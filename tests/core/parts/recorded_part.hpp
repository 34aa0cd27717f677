#pragma once
/// One part alone, with every terminal on a net of its own: its equations f and q at any values of its unknowns.
#include "core/design/design.hpp"
#include "core/parts/part_kind.hpp"
#include <map>
#include <string>
#include <variant>
#include <vector>

namespace sinewright::testing {

/// One given parameter: a number or a word.
struct Setting {
    std::string name;
    std::variant<double, std::string> value;
};
using Settings = std::vector<Setting>;

/// A part as a design would hold it.
Part part_with(std::string_view kind, const Settings& settings);

struct RecordedUnknown {
    std::string name; ///< terminal name for nets, otherwise the name the part gave it
    char type;        ///< 'n' net, 'v' internal voltage, 'i' branch current, 's' state
    double typical, start;
};

struct RecordedElement {
    LawPtr law;
    std::vector<Combination> controls, injections;

    /// Control values at x.
    std::vector<double> at(const std::vector<double>& x) const;
};

struct RecordedTie {
    Tie how;
    int a, b;
    bool operator==(const RecordedTie&) const = default;
};

/// Row-major n×n.
struct Square {
    int n = 0;
    std::vector<double> entries;
    explicit Square(int size) : n(size), entries(size * size) {}
    double& operator()(int row, int column) { return entries[row * n + column]; }
    double operator()(int row, int column) const { return entries[row * n + column]; }
};

class RecordedPart final : public PartStamp {
  public:
    RecordedPart(const PartKind& kind, const PartValues& values);

    int size() const { return static_cast<int>(unknowns.size()); }
    int index(std::string_view name) const; ///< fails the test when there is no such unknown
    bool has_unknown(std::string_view name) const;
    /// All unknowns at their start (0 for nets), but those named.
    std::vector<double> at(const std::map<std::string, double>& values) const;

    std::vector<double> f(const std::vector<double>& x) const; ///< G x + B i − s: currents leaving the nets
    std::vector<double> q(const std::vector<double>& x) const; ///< C x + B Q
    Square df(const std::vector<double>& x) const;
    Square dq(const std::vector<double>& x) const;

    double current(std::string_view terminal, const std::vector<double>& x) const { return f(x)[index(terminal)]; }
    double charge(std::string_view terminal, const std::vector<double>& x) const { return q(x)[index(terminal)]; }
    /// dz/dt of a state from its row: C_zz·dz/dt + f_z = 0.
    double rate(std::string_view state, const std::vector<double>& x) const;

    // What the part writes.
    int net(int terminal) const override { return terminal; }
    int internal_voltage(std::string_view name) override { return add(name, 'v', 1, 0); }
    int branch_current(std::string_view name) override { return add(name, 'i', 1e-3, 0); }
    int state(std::string_view name, std::string_view, double typical, double start) override {
        return add(name, 's', typical, start);
    }
    void g(int row, int column, double value) override { write(G_, row, column, value); }
    void c(int row, int column, double value) override { write(C_, row, column, value); }
    void source(int row, double value) override { write(s_, row, 0, value); }
    void nonlinear(LawPtr law, std::vector<Combination> controls, std::vector<Combination> injections) override;
    void tie(Tie how, int a, int b) override { ties.push_back({how, a, b}); }

    std::vector<RecordedUnknown> unknowns;
    std::vector<RecordedElement> elements;
    std::vector<RecordedTie> ties;

  private:
    struct Entry {
        int row, column;
        double value;
    };
    int add(std::string_view name, char type, double typical, double start);
    void write(std::vector<Entry>& entries, int row, int column, double value);
    std::vector<Entry> G_, C_, s_;
};

/// The part of that kind with the given parameters, at a temperature.
RecordedPart record(std::string_view kind, const Settings& settings = {}, double temperature_k = 298.15);

/// What the kind's check finds wrong with these values together; empty: nothing.
std::string complaint(std::string_view kind, const Settings& settings);

/// k-th harmonic of y over one cycle of equidistant samples: Σ y·cos(kφ)·2/N (for laws of even symmetry in time).
double cosine_harmonic(const std::vector<double>& samples, int order);
/// Samples of a function of the phase over one cycle.
template <class Function> std::vector<double> over_a_cycle(int count, Function value) {
    std::vector<double> samples(count);
    for (int k = 0; k < count; ++k) samples[k] = value(2 * 3.14159265358979323846 * k / count);
    return samples;
}
/// Where a rising function crosses `wanted` between low and high (bisection to the last digit).
template <class Function> double solve_rising(Function value, double wanted, double low, double high) {
    for (int k = 0; k < 200; ++k) {
        const double middle = low + (high - low) / 2;
        (value(middle) < wanted ? low : high) = middle;
    }
    return low + (high - low) / 2;
}

} // namespace sinewright::testing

The problem | Only the line that contains "std::vector<RecordedElement> elements;" and the lines after it, through the end of the data above, are to be repeated exactly.

Result of the exercise |
    std::vector<RecordedElement> elements;
    std::vector<RecordedTie> ties;

  private:
    struct Entry {
        int row, column;
        double value;
    };
    int add(std::string_view name, char type, double typical, double start);
    void write(std::vector<Entry>& entries, int row, int column, double value);
    std::vector<Entry> G_, C_, s_;
};

/// The part of that kind with the given parameters, at a temperature.
RecordedPart record(std::string_view kind, const Settings& settings = {}, double temperature_k = 298.15);

/// What the kind's check finds wrong with these values together; empty: nothing.
std::string complaint(std::string_view kind, const Settings& settings);

/// k-th harmonic of y over one cycle of equidistant samples: Σ y·cos(kφ)·2/N (for laws of even symmetry in time).
double cosine_harmonic(const std::vector<double>& samples, int order);
/// Samples of a function of the phase over one cycle.
template <class Function> std::vector<double> over_a_cycle(int count, Function value) {
    std::vector<double> samples(count);
    for (int k = 0; k < count; ++k) samples[k] = value(2 * 3.14159265358979323846 * k / count);
    return samples;
}
/// Where a rising function crosses `wanted` between low and high (bisection to the last digit).
template <class Function> double solve_rising(Function value, double wanted, double low, double high) {
    for (int k = 0; k < 200; ++k) {
        const double middle = low + (high - low) / 2;
        (value(middle) < wanted ? low : high) = middle;
    }
    return low + (high - low) / 2;
}

} // namespace sinewright::testing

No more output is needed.